## About this exercise
Every line in the listing below that holds the word "plant" should be returned.

## Provided data
★ ★ ★ ★
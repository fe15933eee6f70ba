"""``corepace capacity SCENARIO``: most kg per hour and per week for a fixed product mix."""

from __future__ import annotations

import argparse
from collections.abc import Sequence

from optimizer.cli.common import (
    EXIT_NO_PLAN,
    EXIT_OK,
    BadInput,
    dwell_table,
    load,
    out_dir,
    prepare_out,
    say_written,
    solve_options,
)
from optimizer.cli.options import (
    Formatter,
    add_cache_options,
    add_common,
    add_scenario_options,
    add_solve_options,
)
from optimizer.cli.terminal import Ui, rich_table
from optimizer.planning.adapter import plan_inputs
from optimizer.planning.capacity import (
    capacity_tables,
    default_mix,
    full_machines,
    max_mix_capacity,
)
from optimizer.planning.highs import quiet_solver_banner
from optimizer.reporting import export

__all__ = ["add_parser", "cmd_capacity", "parse_mix"]


def add_parser(subparsers: argparse._SubParsersAction) -> argparse.ArgumentParser:
    """Add ``corepace capacity`` to the command's subparsers."""
    p = subparsers.add_parser(
        "capacity",
        help="most kg per hour and per week for a fixed product mix, and what limits it",
        description="With the product proportions fixed, find the most kg the plant makes over "
        "the scenario's shifts, per hour and per week, and what runs out first. Writes\n"
        "capacity.html, capacity.json, the tables as CSV and capacity.xlsx.",
        epilog="examples:\n  corepace capacity configs/demo.yaml\n"
        "  corepace capacity configs/demo.yaml --mix pork-sausage=2,ham-log=1\n"
        "  corepace capacity configs/demo.yaml --shifts-per-week 10 --json\n",
        formatter_class=Formatter,
    )
    p.add_argument("scenario", metavar="SCENARIO", help="scenario file")
    p.add_argument(
        "--mix",
        action="append",
        metavar="PRODUCT=SHARE,...",
        help="product proportions (any positive numbers, normalised); default: the orders' "
        "minimums, else their maximums, else equal shares",
    )
    p.add_argument(
        "--shifts-per-week",
        type=float,
        metavar="N",
        help="shifts a week for kg per week (default 15: three shifts, five days)",
    )
    add_scenario_options(p)
    add_solve_options(p)
    add_common(p)
    add_cache_options(p)
    p.set_defaults(func=cmd_capacity)
    return p


def parse_mix(texts: Sequence[str], known: Sequence[str]) -> dict[str, float]:
    """Read ``--mix`` values (``NAME=SHARE``, comma separated or repeated) into shares.

    Parameters
    ----------
    texts : sequence of str
        Option values, e.g. ``["pork-sausage=2,ham-log=1"]``.
    known : sequence of str
        Product names of the scenario.

    Returns
    -------
    dict of str to float
        Product → share, the shares summing to 1.

    Raises
    ------
    BadInput
        Listing every malformed item, unknown product and bad share.
    """
    raw: dict[str, float] = {}
    problems = []
    for text in texts:
        for item in text.split(","):
            item = item.strip()
            if not item:
                continue
            name, sep, share = item.rpartition("=")
            name = name.strip()
            if not sep or not name:
                problems.append(f"--mix: expected PRODUCT=SHARE such as ham-log=2, got {item!r}")
                continue
            if name not in known:
                problems.append(
                    f"--mix: {name!r} is not a product; known: {', '.join(sorted(known))}"
                )
                continue
            try:
                value = float(share)
            except ValueError:
                problems.append(f"--mix {name}: share must be a number >= 0, got {share!r}")
                continue
            if not value >= 0 or value == float("inf"):
                problems.append(f"--mix {name}: share must be a finite number >= 0, got {share!r}")
                continue
            raw[name] = raw.get(name, 0.0) + value
    if not problems and raw and sum(raw.values()) <= 0:
        problems.append("--mix: at least one share must be > 0")
    if problems:
        raise BadInput(problems)
    total = sum(raw.values())
    return {k: v / total for k, v in raw.items() if v > 0}


def cmd_capacity(args: argparse.Namespace, ui: Ui) -> int:
    """``corepace capacity SCENARIO``: most kg per hour and week for a fixed mix."""
    # the report brings matplotlib (about 0.6 s): imported only by the commands that draw
    from optimizer.reporting.capacity import capacity_json, capacity_report

    scenario = load(args.scenario, args)
    names = [p.name for p in scenario.products]
    shares = parse_mix(args.mix, names) if args.mix else None
    if args.shifts_per_week is not None and not args.shifts_per_week > 0:
        raise BadInput([f"--shifts-per-week: must be > 0, got {args.shifts_per_week:g}"])
    target = out_dir(args, args.scenario)
    dwell = dwell_table(scenario, args, ui)
    inputs = plan_inputs(scenario, dwell)
    source = "--mix"
    if shares is None:
        shares, source = default_mix(inputs)
    per_week = args.shifts_per_week if args.shifts_per_week is not None else 15.0
    quiet_solver_banner()
    with ui.status("searching the most kg with the mix fixed"):
        cap = max_mix_capacity(
            inputs, shares, solve_options(args), shifts_per_week=per_week, mix_source=source
        )
    tables = capacity_tables(cap)
    prepare_out(target)
    protect = [args.scenario]
    written = export.write_tables(target, tables, workbook="capacity.xlsx", protect=protect)
    html_text = capacity_report(args.scenario, scenario, cap, tables, args.argv_text)
    written.append(export.atomic_write_text(target / "capacity.html", html_text, protect=protect))
    data = capacity_json(args.scenario, cap, tables, written)
    written.append(export.write_json(target / "capacity.json", data, protect=protect))
    data["files"] = [str(p) for p in written]
    ui.emit_json(data)
    ui.say(rich_table(tables["capacity_mix"], title=f"Mix ({source})"))
    for line in full_machines(cap.plan):
        ui.say(f"At capacity: {line}")
    if cap.limit is not None:
        ui.say("Just above this total the plan runs out of:")
        for s in cap.limit.shortfalls:
            ui.say(f"  - {s.message}")
    say_written(ui, written)
    if cap.total_kg <= 0:
        for p, reasons in cap.plan.excluded.items():
            ui.problem(f"{p} cannot be made on this plant: {'; '.join(reasons)}")
        ui.result("no feasible plan with this mix: capacity 0 kg")
        return EXIT_NO_PLAN
    ui.result(
        f"capacity with this mix: {cap.kg_per_hour:,.0f} kg/h, {cap.kg_per_week:,.0f} kg/week "
        f"({cap.total_kg:,.0f} kg over {len(inputs.shifts)} shift(s), "
        f"{per_week:g} shifts/week) → {target}"
    )
    return EXIT_OK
★ ★ ★ ★
## Answer for this exercise
        description="With the product proportions fixed, find the most kg the plant makes over "
            ui.problem(f"{p} cannot be made on this plant: {'; '.join(reasons)}")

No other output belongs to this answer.